Clustering the embedding space of words to determine the diversity of songs based on their lyrics.
Download:
- lyrics.csv dataset (or any): https://www.kaggle.com/gyani95/380000-lyrics-from-metrolyrics
- glove.6B.50d.txt word embeddings (or any): https://nlp.stanford.edu/projects/glove/
Add both files to the main folder, run preprocess_dataset.py, run diversity.py, done.
Fortunately, Art is a strongly subjective matter. But humans are always trying to categorize everything. That's probably why we find machine learning so appealing. This code brings a measure of word diversity in a document, applied to song lyrics. There is so much room for improvement, but it is a nice example of the ability of embedding spaces for text understanding.

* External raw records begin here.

import { formatDay } from '../../shared/calendar/days.ts'
import type { AskRainOff, SettleRainOff } from '../../shared/rain-offs/rain-off-schemas.ts'
import type { CurrentUser } from '../auth/current-user.ts'
import type { BookingDeps } from '../bookings/booking-write.ts'
import type { DbOrTx } from '../db/client.ts'
import { AppError, notFound } from '../http/app-error.ts'
import { writeAudit } from '../lib/audit.ts'
import { checkCrewAndDay } from './make-rain-off.ts'
import {
  insertRainOff,
  readAskedAlready,
  readRainOff,
  type RainOffRecord,
  updateRainOff,
} from './rain-off-store.ts'
import { readViewer } from './rain-off-viewer.ts'

type Deps = Pick<BookingDeps, 'db' | 'clock' | 'events'>

/** Asked for on site; the office is shown it at once. @throws AppError 404, 400, or 409 when asked already. */
export function askRainOff(deps: Deps, user: CurrentUser, input: AskRainOff): void {
  deps.db.transaction((tx) => {
    if (readRainOff(tx, input.clientId)) return
    const { today, now, crews } = readViewer(tx, user, deps.clock.now(), input.fromDay)
    if (!crews.some((crew) => crew.id === input.crewId)) throw notFound('That crew')
    checkCrewAndDay(tx, input, today)
    const already = readAskedAlready(tx, input.crewId, input.fromDay)
    if (already)
      throw new AppError(
        'conflict',
        `${already.askedBy ?? 'Somebody'} has asked for ${formatDay(input.fromDay)} already. The office has it.`,
      )
    const { clientId: id, ...asked } = input
    insertRainOff(tx, { id, ...asked, state: 'asked', askedById: user.id, askedAt: now })
    const audit = { at: now, personId: user.id, entity: 'rain-off', entityId: id }
    writeAudit(tx, { ...audit, action: 'rain-off.asked', detail: asked })
  })
  deps.events.publish({ topic: 'calendar' })
}

/** Null: it is so already. */
type Change = (row: RainOffRecord, tx: DbOrTx, now: Date) => Partial<RainOffRecord> | null

function answer(
  deps: Deps,
  user: CurrentUser,
  id: string,
  input: SettleRainOff,
  change: Change,
): void {
  deps.db.transaction((tx) => {
    const row = readRainOff(tx, id)
    if (!row) throw notFound('That rain-off')
    const now = deps.clock.now()
    const changes = change(row, tx, now)
    if (changes === null) return
    if (row.version !== input.version)
      throw new AppError('conflict', 'Somebody else has answered this already. Look again.')
    updateRainOff(tx, row, changes)
    const audit = { at: now, personId: user.id, entity: 'rain-off', entityId: id }
    writeAudit(tx, { ...audit, action: `rain-off.${changes.state ?? row.state}` })
  })
  deps.events.publish({ topic: 'calendar' })
}

/** By who asked, while it waits; another's is as if it were not there. */
export function withdrawRainOff(
  deps: Deps,
  user: CurrentUser,
  id: string,
  input: SettleRainOff,
): void {
  answer(deps, user, id, input, (row, _tx, now) => {
    if (row.askedById !== user.id) throw notFound('That rain-off')
    if (row.state === 'declined') return null
    if (row.state !== 'asked')
      throw new AppError('conflict', 'The office has answered this already. Ring them.')
    return { state: 'declined', settledById: user.id, settledAt: now }
  })
}

export function declineRainOff(
  deps: Deps,
  user: CurrentUser,
  id: string,
  input: SettleRainOff,
): void {
  answer(deps, user, id, input, (row, _tx, now) => {
    if (row.state === 'declined') return null
    if (row.state !== 'asked')
      throw new AppError('conflict', 'This rain-off has been made. Undo it instead.')
    return { state: 'declined', settledById: user.id, settledAt: now }
  })
}

/** Takes a no back: it waits for an answer again. */
export function reopenRainOff(
  deps: Deps,
  user: CurrentUser,
  id: string,
  input: SettleRainOff,
): void {
  answer(deps, user, id, input, (row, tx) => {
    if (row.state === 'asked') return null
    if (row.state !== 'declined')
      throw new AppError('conflict', 'Only one that was declined can be opened again.')
    if (readAskedAlready(tx, row.crewId, row.fromDay))
      throw new AppError('conflict', 'The same day has been asked for again meanwhile.')
    return { state: 'asked', settledById: null, settledAt: null }
  })
}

My diversity measure is based on the following assumption: diverse words will occupy diverse positions in the embedding space. Then, the more sparsed the words of the document are, the more diverse the document should be. To measure this sparsity, I perform K-Means clustering on a large embedding space that contains many words, taken from pre-trained embeddings, and count the percentage of clusters that contain at least one word of the lyrics of a song. If most words are in the same few clusters, diversity will fall, and vice versa.
Genre diversity:
- Hip-Hop 0.3957430882530501
- Metal 0.2357001557304587
- Indie 0.2178659892029223
- Country 0.21524223257106967
- Pop 0.21406717247854676
- Folk 0.21400089206066006
- Rock 0.21358054109536684
- R&B 0.21103793002058252
- Not Available 0.20735424880462608
- Jazz 0.19468448124452248
- Electronic 0.18900941619586145
A simple run on a medium-size corpus and small-size embeddings yields these results of diversity aggregated by genre. They are interesting because Hip-Hop is, by a large margin, the winner in diversity, which kind of makes sense because it is a genre strongly based on vocals. At the end, results also make sense because many songs in Jazz and in Electronic music are mainly instrumental. In between, everything is around 21% with few differences. If I were to find a hypothesis for that, I would say that all those genres are mainly derivates from the Pop-Rock area, so they could be lyrically similar.
Year diversity:
If we aggregate songs diversity by years, there is a trend upside that is promising. Are lyrics really getting better with time? It would be interesting to split this plot into genres, to see if there is a correlation between both (e.g. genres with more vocals more popular nowadays than in the past).
- The measure could be very correlated with the length of the lyrics and should be adjusted in that sense.
- Results will change a lot depending on the embedding space used for clustering. Probably none is perfect, but a good one should ideally have many different words, both from the world of lyrics and from other fields.